"""What a build sheet says, as data."""

from __future__ import annotations

import hashlib
import json
from collections.abc import Mapping, Sequence
from dataclasses import dataclass, field
from pathlib import Path
from typing import Any, Literal

from benchfit.circuits.model import Circuit
from benchfit.quantity import Spread, Toleranced


@dataclass(frozen=True)
class ChannelChoice:
    """Which channel of the capture was clipped to a node, and how the scope was coupled."""

    name: str
    coupling: Literal["dc", "ac"] = "dc"


@dataclass(frozen=True)
class Probe:
    """What a probe does to the node that it sits on: ``resistance`` (Ω) and ``capacitance`` (F) to ground.

    None: as good as none of it. ``scaled``: the export already holds the voltage at the tip; else it is to be
    multiplied by ``ratio``.
    """

    resistance: Toleranced | None = None
    capacitance: Toleranced | None = None
    scaled: bool = True
    ratio: float = 1.0

    @property
    def scale(self) -> float:
        """Factor from the recorded value to the voltage at the tip."""
        return 1.0 if self.scaled else self.ratio


@dataclass(frozen=True)
class Scope:
    """Limits of the instrument's own errors (JCGM 100, type B).

    Attributes
    ----------
    gain : float
        Fraction of the reading, each channel its own.
    offset : float or None
        V, each channel its own; None: 2 % of the channel's span.
    timebase : float
        Fraction of the time, one for the instrument.
    given : bool
        The sheet has the section.
    """

    gain: float = 0.03
    offset: float | None = None
    timebase: float = 50e-6
    given: bool = False


@dataclass(frozen=True)
class CaptureChanges:
    """What was different when one of several captures was taken.

    ``added_C`` (F) and ``added_R`` (Ω) lie across the timing capacitor; ``parts`` hold their values then;
    a probe of None was lifted.
    """

    added_C: Toleranced | None = None
    added_R: Toleranced | None = None
    parts: Mapping[str, Toleranced] = field(default_factory=dict)
    probes: Mapping[str, Probe | None] = field(default_factory=dict)
    channels: Mapping[str, ChannelChoice] = field(default_factory=dict)


@dataclass(frozen=True, eq=False)
class Build:
    """The sheet with the circuit's defaults filled in.

    Attributes
    ----------
    circuit : Circuit
    parts : mapping of Toleranced
        Every part that is there, in the circuit's order: as given, or the circuit's default (one that follows
        other parts is evaluated at their nominals). Parasitics only where the sheet gives them.
    given : frozenset of str
        Those that the sheet gives.
    absent : frozenset of str
        Parts that are not there: "none" in the sheet, optional and left out, or of another alternative.
    parasitics : tuple of str
        Those whose nominal is that they are absent, and that may turn out to be there all the same.
    spreads : mapping of Spread
        The tolerance of each default that follows other parts, about what they make of it.
    """

    circuit: Circuit
    parts: Mapping[str, Toleranced]
    given: frozenset[str]
    absent: frozenset[str]
    parasitics: tuple[str, ...]
    spreads: Mapping[str, Spread]


@dataclass(frozen=True, eq=False)
class Sheet:
    """What was meant to be built, and how it was probed. Made by :meth:`load` or :meth:`parse`.

    Attributes
    ----------
    title : str
    circuit : Circuit or None
    target_frequency : Toleranced or None
        Hz; a target period is converted. Its limits are the acceptance limits where ``stated``.
    target_duty : Toleranced or None
        Fraction of the period.
    parts : mapping of Toleranced
        As the sheet gives them; without a tolerance of their own they have the circuit's default one.
    absent : frozenset of str
        Parts that the sheet says are not there ("none").
    readings : mapping of Toleranced
        Meter readings of parts, and "frequency", "duty", "period"; the tolerance is the meter's.
    channels : mapping of ChannelChoice
        By node.
    probes : mapping of Probe
        By node.
    scope : Scope
    record : mapping of str
        Free text, passed on.
    captures : mapping of CaptureChanges
        By the capture's number, from 1.
    path : str
        Where it was read from; "" for a text.
    source : mapping
        The sheet's own words, overrides included, as TOML has them.
    """

    title: str = ""
    circuit: Circuit | None = None
    target_frequency: Toleranced | None = None
    target_duty: Toleranced | None = None
    parts: Mapping[str, Toleranced] = field(default_factory=dict)
    absent: frozenset[str] = frozenset()
    readings: Mapping[str, Toleranced] = field(default_factory=dict)
    channels: Mapping[str, ChannelChoice] = field(default_factory=dict)
    probes: Mapping[str, Probe] = field(default_factory=dict)
    scope: Scope = Scope()
    record: Mapping[str, str] = field(default_factory=dict)
    captures: Mapping[int, CaptureChanges] = field(default_factory=dict)
    path: str = ""
    source: Mapping[str, Any] = field(default_factory=dict, repr=False)

    @classmethod
    def load(cls, path: str | Path | None, overrides: Sequence[str] = ()) -> Sheet:
        """The build sheet in a file; ``overrides`` are "dotted.key=value" each.

        Without a path the overrides stand in for the sheet.

        Raises
        ------
        SheetError
            Where the file cannot be read, or what it says cannot be used.
        """
        from benchfit.sheet.reading import read_sheet

        return read_sheet(path, overrides)

    @classmethod
    def parse(cls, text: str, overrides: Sequence[str] = (), path: str = "") -> Sheet:
        """The build sheet in a text (TOML); otherwise as :meth:`load`."""
        from benchfit.sheet.reading import parse_sheet

        return parse_sheet(text, overrides, path)

    def build(self) -> Build:
        """Every part of the circuit, defaults filled in.

        Raises
        ------
        SheetError
            Where the sheet names no circuit.
        """
        from benchfit.sheet.build import complete

        return complete(self)

    def dump(self) -> str:
        """The sheet as TOML text, overrides included, without its comments."""
        from benchfit.sheet.toml import dump

        return dump(self.source)

    @property
    def digest(self) -> str:
        """SHA-256 of what the sheet says; comments, layout and order do not count."""
        return hashlib.sha256(json.dumps(self.source, sort_keys=True, default=str).encode()).hexdigest()

    def __reduce__(self) -> tuple[Any, ...]:
        # A circuit holds functions that cannot be pickled: a worker process reads the sheet anew.
        return (Sheet.parse, (self.dump(), (), self.path))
________
Task goal
Nothing should be returned except the lines from the one holding "def __reduce__(self) ->" through the final line of the listing, exactly as they appear.

Output of the task
    def __reduce__(self) -> tuple[Any, ...]:
        # A circuit holds functions that cannot be pickled: a worker process reads the sheet anew.
        return (Sheet.parse, (self.dump(), (), self.path))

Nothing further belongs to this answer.